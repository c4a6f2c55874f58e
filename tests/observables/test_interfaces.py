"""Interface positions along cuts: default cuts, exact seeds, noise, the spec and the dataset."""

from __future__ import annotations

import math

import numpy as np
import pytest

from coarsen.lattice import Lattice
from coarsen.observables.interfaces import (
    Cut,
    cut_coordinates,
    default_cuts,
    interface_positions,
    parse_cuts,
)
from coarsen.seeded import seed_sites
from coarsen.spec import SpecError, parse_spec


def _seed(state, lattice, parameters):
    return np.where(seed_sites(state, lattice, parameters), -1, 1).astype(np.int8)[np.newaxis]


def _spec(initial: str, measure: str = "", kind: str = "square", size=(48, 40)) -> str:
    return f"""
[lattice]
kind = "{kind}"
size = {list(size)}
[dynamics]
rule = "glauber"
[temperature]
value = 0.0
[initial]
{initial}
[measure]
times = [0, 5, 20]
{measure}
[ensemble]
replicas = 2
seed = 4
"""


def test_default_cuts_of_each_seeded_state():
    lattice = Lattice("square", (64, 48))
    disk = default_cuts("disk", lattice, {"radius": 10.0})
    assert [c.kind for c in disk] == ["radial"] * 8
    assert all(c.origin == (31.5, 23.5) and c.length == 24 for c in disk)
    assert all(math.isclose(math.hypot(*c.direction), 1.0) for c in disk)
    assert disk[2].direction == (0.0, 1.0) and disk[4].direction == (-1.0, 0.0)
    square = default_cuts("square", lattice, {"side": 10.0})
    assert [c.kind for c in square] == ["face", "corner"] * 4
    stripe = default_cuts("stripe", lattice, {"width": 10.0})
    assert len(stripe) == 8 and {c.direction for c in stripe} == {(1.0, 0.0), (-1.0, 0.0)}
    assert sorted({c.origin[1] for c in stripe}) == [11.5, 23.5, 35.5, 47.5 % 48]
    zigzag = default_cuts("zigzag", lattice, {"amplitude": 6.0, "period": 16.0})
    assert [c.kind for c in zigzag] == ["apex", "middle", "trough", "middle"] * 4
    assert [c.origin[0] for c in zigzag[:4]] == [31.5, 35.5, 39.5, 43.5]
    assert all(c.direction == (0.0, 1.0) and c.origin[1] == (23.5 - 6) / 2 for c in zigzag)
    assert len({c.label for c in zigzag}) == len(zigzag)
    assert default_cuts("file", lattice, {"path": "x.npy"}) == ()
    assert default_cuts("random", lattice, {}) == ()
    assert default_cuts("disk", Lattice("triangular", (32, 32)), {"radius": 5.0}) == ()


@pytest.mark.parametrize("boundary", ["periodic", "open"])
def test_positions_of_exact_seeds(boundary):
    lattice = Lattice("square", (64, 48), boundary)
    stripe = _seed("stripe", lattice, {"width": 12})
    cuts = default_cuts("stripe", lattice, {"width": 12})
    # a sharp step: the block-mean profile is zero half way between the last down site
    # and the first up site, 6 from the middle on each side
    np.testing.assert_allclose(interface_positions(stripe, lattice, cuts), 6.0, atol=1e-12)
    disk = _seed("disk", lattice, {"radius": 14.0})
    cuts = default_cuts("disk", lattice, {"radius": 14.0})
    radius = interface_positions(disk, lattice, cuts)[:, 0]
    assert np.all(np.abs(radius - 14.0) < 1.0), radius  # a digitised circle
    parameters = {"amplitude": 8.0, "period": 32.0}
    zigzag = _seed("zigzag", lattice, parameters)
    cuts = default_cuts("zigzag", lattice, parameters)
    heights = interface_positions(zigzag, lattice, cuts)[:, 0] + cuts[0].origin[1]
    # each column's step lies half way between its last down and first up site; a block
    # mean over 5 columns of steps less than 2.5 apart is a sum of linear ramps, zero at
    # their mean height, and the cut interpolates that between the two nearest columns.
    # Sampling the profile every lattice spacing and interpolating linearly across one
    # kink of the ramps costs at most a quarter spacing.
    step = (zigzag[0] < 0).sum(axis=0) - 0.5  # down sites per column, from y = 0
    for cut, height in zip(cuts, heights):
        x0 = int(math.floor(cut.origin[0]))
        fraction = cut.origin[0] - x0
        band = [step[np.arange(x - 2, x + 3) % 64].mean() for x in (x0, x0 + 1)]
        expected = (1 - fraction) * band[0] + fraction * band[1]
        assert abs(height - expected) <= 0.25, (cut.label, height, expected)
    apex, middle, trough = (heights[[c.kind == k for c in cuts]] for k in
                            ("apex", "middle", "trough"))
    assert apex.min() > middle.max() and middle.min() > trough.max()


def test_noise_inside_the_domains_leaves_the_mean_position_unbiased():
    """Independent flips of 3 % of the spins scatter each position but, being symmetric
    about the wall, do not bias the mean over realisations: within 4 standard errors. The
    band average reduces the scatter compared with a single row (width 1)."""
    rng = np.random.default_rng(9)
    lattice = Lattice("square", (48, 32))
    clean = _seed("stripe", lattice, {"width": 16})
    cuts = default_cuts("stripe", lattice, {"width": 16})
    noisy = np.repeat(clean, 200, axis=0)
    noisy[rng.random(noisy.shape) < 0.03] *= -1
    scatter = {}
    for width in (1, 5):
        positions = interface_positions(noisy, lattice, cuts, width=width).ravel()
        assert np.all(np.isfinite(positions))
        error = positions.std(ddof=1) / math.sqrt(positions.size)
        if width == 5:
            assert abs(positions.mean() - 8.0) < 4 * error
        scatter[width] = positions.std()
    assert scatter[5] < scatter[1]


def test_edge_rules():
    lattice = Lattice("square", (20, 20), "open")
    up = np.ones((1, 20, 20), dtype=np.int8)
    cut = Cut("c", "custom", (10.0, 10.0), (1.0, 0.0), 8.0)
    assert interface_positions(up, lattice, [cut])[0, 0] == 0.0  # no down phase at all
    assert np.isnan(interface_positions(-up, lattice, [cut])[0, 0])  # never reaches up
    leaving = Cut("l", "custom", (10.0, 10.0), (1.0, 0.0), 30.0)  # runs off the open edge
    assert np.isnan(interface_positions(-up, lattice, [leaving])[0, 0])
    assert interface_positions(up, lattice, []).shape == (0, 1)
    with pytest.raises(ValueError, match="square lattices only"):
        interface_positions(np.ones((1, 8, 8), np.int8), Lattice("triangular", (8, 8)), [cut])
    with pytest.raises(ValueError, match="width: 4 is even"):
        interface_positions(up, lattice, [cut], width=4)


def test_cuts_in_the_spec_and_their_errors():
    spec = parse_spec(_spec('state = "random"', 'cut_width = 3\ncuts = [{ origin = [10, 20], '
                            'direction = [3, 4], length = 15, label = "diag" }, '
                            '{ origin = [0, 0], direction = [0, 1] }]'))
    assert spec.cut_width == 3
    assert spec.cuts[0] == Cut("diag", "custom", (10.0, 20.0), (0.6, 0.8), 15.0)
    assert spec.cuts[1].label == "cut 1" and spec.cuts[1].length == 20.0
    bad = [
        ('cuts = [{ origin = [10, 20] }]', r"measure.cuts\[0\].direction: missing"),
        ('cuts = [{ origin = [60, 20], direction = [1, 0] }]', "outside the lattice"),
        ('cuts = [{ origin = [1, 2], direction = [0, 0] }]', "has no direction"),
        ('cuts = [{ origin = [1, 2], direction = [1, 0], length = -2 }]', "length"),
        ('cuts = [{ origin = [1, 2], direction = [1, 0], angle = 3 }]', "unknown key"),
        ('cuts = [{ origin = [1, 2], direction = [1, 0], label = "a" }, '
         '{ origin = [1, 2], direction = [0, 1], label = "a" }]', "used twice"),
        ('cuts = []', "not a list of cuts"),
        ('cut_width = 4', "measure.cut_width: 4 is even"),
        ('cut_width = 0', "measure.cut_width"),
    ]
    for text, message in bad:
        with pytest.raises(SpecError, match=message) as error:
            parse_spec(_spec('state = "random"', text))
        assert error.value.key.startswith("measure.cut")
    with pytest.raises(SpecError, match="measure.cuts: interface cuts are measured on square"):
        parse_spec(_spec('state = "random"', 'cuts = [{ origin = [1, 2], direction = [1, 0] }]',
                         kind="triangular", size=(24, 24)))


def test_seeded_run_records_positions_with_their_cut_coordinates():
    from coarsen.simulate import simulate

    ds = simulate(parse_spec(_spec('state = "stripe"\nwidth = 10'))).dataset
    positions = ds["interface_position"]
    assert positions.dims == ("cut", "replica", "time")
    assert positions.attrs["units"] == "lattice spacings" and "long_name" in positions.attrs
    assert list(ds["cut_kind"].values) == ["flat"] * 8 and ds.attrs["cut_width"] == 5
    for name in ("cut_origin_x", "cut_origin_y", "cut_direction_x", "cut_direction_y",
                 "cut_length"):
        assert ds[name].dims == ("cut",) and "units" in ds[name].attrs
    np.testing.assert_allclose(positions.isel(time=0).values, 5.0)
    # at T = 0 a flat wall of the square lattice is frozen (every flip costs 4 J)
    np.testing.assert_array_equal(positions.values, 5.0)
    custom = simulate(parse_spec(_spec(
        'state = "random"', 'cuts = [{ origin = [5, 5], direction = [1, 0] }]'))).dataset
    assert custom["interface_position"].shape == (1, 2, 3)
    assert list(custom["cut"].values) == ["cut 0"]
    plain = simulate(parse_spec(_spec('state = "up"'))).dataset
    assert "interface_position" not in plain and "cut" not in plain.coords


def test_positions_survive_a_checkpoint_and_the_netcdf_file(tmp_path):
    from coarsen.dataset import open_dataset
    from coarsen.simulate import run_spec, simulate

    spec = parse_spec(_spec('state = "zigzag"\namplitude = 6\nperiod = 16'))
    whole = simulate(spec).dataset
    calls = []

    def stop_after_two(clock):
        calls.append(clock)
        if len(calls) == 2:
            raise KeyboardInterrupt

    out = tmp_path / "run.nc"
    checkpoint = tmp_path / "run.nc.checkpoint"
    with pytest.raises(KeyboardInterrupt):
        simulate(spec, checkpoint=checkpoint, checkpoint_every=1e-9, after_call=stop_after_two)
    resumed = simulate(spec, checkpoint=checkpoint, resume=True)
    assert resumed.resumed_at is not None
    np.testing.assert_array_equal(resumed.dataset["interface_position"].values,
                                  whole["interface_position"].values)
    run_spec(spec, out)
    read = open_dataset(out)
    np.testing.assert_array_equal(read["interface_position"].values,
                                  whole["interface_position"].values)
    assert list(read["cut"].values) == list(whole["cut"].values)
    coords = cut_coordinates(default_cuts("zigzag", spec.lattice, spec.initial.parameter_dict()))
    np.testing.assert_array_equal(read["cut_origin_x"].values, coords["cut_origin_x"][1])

·····

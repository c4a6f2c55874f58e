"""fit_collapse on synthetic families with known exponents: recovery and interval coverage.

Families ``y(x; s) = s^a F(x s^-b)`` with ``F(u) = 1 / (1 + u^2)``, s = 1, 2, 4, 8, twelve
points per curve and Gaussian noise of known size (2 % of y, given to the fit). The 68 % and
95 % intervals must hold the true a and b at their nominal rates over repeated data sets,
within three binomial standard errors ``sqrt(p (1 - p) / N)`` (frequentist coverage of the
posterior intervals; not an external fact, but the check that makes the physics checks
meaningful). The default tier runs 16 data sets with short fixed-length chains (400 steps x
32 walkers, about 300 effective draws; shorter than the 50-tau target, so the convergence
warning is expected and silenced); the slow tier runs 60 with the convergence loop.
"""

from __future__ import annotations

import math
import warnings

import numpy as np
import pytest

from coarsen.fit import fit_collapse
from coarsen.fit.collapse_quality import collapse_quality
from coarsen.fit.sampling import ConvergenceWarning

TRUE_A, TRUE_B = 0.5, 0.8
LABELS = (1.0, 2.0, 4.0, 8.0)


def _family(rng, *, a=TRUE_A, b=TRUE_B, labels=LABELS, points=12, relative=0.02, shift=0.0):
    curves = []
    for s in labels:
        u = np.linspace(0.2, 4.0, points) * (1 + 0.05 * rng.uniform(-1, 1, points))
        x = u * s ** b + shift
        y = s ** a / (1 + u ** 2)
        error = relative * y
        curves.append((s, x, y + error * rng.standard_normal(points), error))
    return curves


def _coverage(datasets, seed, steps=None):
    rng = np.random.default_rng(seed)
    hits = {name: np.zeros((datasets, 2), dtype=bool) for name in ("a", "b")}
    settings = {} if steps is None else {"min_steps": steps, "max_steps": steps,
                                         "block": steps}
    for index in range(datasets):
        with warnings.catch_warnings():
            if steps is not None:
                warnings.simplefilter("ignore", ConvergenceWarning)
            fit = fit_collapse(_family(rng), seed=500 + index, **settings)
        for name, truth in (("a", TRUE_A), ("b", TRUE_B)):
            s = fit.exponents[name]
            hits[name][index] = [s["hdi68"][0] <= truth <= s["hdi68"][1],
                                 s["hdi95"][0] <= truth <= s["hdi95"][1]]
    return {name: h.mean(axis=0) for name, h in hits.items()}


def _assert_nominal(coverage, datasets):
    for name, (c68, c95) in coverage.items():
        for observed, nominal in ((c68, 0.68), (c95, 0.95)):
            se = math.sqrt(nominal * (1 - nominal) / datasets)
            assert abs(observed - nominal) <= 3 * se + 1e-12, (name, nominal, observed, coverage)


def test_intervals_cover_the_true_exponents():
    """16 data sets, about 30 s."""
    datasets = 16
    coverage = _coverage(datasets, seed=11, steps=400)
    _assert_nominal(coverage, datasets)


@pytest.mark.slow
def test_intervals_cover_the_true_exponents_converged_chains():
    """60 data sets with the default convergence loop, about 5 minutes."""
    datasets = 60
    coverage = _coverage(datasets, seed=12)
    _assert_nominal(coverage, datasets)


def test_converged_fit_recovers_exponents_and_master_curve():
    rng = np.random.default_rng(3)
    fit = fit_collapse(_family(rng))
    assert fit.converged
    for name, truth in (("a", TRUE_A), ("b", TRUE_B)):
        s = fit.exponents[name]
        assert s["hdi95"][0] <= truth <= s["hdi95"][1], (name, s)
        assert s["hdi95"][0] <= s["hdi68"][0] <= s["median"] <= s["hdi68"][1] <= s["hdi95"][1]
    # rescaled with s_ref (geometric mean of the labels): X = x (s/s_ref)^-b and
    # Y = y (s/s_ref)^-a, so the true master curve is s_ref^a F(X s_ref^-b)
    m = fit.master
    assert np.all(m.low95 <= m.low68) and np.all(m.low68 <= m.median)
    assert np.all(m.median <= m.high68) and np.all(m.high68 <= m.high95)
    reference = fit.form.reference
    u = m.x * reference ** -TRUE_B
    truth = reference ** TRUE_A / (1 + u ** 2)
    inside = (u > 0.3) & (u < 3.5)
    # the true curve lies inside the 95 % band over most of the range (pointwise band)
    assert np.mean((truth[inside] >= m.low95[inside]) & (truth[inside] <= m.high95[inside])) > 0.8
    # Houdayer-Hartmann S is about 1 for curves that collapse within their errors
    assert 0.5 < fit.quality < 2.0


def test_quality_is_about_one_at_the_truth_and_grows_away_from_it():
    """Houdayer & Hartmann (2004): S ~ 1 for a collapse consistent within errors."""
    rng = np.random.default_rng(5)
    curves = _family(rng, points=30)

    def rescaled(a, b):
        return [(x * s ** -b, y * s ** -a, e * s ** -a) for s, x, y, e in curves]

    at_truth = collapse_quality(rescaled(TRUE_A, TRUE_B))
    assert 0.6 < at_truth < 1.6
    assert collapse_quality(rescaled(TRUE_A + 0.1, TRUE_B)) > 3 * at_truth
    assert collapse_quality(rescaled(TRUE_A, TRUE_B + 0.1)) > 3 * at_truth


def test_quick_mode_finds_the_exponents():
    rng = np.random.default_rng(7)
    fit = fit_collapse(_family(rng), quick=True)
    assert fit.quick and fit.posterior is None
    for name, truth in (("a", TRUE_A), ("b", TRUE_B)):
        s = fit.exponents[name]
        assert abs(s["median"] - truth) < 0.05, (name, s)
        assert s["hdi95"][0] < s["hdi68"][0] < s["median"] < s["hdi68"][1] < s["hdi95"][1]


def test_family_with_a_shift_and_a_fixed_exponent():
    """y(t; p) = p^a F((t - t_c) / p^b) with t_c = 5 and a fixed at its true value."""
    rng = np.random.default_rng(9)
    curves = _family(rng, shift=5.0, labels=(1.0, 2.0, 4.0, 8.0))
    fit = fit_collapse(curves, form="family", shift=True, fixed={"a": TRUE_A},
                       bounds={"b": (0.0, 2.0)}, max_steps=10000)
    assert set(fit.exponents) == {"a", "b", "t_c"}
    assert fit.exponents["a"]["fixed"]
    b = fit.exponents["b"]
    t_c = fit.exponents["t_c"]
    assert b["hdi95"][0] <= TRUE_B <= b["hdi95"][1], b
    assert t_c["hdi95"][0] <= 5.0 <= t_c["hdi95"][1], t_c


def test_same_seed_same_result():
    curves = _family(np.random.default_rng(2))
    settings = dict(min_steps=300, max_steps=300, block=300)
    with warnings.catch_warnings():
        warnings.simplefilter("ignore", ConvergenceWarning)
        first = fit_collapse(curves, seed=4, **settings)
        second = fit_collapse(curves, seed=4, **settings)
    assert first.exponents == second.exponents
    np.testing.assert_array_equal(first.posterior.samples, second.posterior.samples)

·····

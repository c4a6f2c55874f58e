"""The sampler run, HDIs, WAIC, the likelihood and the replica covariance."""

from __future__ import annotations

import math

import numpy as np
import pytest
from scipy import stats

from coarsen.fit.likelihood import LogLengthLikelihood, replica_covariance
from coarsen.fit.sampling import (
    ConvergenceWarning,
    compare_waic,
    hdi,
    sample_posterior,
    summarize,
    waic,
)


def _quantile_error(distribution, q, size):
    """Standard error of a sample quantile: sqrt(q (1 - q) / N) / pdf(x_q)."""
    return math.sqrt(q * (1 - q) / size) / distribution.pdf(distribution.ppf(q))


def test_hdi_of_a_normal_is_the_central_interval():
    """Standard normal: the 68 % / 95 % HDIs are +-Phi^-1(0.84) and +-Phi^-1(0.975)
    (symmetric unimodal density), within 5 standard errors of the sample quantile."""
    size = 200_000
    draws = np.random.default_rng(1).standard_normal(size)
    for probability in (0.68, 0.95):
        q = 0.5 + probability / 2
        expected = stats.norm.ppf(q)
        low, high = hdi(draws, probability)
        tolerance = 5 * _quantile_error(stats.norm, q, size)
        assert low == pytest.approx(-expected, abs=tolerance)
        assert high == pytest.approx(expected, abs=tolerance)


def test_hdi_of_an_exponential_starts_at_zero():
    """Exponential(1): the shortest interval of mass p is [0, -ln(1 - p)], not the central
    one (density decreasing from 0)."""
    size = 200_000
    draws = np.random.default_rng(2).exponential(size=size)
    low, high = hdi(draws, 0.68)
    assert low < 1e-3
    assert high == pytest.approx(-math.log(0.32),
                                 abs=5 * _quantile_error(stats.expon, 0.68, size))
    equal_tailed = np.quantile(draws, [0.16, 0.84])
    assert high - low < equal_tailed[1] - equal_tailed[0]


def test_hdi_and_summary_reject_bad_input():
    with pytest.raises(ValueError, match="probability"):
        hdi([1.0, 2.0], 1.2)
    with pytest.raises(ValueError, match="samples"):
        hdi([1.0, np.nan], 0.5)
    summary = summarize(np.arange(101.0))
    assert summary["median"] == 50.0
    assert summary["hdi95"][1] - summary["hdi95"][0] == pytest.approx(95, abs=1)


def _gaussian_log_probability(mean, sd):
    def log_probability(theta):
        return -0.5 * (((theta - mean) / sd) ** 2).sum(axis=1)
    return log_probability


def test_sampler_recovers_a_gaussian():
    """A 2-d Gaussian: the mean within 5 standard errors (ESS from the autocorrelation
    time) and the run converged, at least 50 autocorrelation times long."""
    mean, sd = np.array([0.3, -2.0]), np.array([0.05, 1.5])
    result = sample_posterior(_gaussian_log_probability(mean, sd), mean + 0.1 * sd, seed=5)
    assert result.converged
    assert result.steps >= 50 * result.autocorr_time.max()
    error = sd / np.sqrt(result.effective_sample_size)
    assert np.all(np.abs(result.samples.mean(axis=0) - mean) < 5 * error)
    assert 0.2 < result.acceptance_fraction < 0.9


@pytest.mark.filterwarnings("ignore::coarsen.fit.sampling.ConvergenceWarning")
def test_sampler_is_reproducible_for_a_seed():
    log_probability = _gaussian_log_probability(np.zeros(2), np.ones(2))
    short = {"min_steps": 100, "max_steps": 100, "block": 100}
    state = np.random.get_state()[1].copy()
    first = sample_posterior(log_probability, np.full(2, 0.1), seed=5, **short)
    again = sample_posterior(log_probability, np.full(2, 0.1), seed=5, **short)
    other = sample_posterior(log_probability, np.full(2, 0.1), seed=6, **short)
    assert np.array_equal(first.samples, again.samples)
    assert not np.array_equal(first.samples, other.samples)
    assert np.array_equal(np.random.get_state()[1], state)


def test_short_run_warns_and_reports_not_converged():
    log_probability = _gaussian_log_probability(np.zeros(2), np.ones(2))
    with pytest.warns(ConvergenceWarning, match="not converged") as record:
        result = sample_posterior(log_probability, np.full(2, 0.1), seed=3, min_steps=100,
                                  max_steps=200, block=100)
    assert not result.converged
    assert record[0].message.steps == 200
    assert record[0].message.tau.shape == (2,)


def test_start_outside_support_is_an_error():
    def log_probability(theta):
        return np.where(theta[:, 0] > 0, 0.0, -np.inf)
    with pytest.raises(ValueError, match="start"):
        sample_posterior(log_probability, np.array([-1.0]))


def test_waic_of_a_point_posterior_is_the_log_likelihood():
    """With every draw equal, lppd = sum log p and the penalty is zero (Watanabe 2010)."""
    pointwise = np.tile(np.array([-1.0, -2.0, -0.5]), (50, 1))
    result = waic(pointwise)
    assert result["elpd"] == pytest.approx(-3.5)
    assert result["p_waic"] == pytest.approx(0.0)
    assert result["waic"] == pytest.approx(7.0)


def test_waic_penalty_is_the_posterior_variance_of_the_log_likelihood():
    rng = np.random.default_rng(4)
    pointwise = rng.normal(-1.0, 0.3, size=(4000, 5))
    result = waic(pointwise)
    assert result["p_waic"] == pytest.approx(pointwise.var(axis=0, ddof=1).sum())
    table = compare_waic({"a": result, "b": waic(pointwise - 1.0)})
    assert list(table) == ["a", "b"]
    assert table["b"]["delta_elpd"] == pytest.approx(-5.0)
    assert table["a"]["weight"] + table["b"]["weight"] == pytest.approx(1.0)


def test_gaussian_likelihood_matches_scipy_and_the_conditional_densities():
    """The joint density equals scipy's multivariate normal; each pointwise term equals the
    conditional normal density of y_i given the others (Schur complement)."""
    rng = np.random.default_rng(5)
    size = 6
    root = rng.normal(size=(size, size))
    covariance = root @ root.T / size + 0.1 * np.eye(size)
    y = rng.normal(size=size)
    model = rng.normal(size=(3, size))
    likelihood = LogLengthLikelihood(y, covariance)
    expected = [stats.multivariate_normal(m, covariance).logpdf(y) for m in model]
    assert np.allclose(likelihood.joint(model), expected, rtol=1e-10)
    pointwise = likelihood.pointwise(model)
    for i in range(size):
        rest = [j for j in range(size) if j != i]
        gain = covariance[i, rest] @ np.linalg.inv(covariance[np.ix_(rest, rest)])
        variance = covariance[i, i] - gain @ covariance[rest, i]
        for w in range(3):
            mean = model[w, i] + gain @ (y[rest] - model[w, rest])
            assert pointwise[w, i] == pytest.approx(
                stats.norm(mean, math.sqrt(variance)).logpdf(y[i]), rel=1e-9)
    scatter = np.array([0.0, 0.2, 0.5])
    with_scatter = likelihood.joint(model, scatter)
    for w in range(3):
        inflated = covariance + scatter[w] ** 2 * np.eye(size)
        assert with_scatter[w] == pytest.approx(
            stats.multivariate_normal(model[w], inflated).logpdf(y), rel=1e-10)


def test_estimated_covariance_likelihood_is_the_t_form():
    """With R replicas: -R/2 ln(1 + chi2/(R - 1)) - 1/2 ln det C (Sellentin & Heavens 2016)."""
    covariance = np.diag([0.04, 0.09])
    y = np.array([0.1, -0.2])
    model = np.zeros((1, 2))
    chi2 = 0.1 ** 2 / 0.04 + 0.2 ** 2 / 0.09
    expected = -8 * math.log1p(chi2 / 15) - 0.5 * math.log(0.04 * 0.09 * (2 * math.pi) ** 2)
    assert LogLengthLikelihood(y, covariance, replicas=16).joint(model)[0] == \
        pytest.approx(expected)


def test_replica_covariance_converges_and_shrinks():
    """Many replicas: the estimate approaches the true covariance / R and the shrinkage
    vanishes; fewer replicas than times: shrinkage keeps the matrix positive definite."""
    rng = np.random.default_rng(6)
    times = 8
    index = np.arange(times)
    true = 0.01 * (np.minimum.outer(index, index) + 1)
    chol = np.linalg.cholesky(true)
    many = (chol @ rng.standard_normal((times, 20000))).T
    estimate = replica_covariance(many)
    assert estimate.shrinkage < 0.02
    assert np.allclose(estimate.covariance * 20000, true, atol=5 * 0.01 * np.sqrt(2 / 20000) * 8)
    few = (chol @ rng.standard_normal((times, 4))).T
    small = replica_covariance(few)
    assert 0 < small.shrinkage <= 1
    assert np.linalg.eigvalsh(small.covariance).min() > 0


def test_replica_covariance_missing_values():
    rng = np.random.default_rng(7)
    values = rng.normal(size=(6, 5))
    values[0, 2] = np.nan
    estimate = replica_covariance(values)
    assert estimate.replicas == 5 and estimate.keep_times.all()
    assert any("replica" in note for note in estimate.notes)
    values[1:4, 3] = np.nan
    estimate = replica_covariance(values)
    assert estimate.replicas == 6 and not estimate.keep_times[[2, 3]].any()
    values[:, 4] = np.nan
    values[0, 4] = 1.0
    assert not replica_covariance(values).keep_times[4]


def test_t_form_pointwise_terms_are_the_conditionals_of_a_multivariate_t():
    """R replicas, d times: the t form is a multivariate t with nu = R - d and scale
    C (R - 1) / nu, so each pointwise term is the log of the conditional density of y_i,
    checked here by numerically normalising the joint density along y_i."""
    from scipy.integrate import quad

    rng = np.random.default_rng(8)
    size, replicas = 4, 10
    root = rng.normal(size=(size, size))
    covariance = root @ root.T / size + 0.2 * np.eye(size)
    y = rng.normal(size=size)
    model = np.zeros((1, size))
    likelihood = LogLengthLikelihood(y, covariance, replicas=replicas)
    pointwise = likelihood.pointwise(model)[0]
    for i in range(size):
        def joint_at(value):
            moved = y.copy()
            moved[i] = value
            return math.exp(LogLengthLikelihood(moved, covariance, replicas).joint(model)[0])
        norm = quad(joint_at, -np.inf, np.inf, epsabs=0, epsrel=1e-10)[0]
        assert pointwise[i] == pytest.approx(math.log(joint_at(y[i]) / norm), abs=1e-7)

·····

• EXERCISE PROMPT:
Return, unchanged, the run of lines above that opens with the line containing "Hartmann (2004): S" and closes with the line containing "at_truth = collapse_quality(rescaled(TRUE_A, TRUE_B))". Include both.

• RESPONSE BELOW:
    """Houdayer & Hartmann (2004): S ~ 1 for a collapse consistent within errors."""
    rng = np.random.default_rng(5)
    curves = _family(rng, points=30)

    def rescaled(a, b):
        return [(x * s ** -b, y * s ** -a, e * s ** -a) for s, x, y, e in curves]

    at_truth = collapse_quality(rescaled(TRUE_A, TRUE_B))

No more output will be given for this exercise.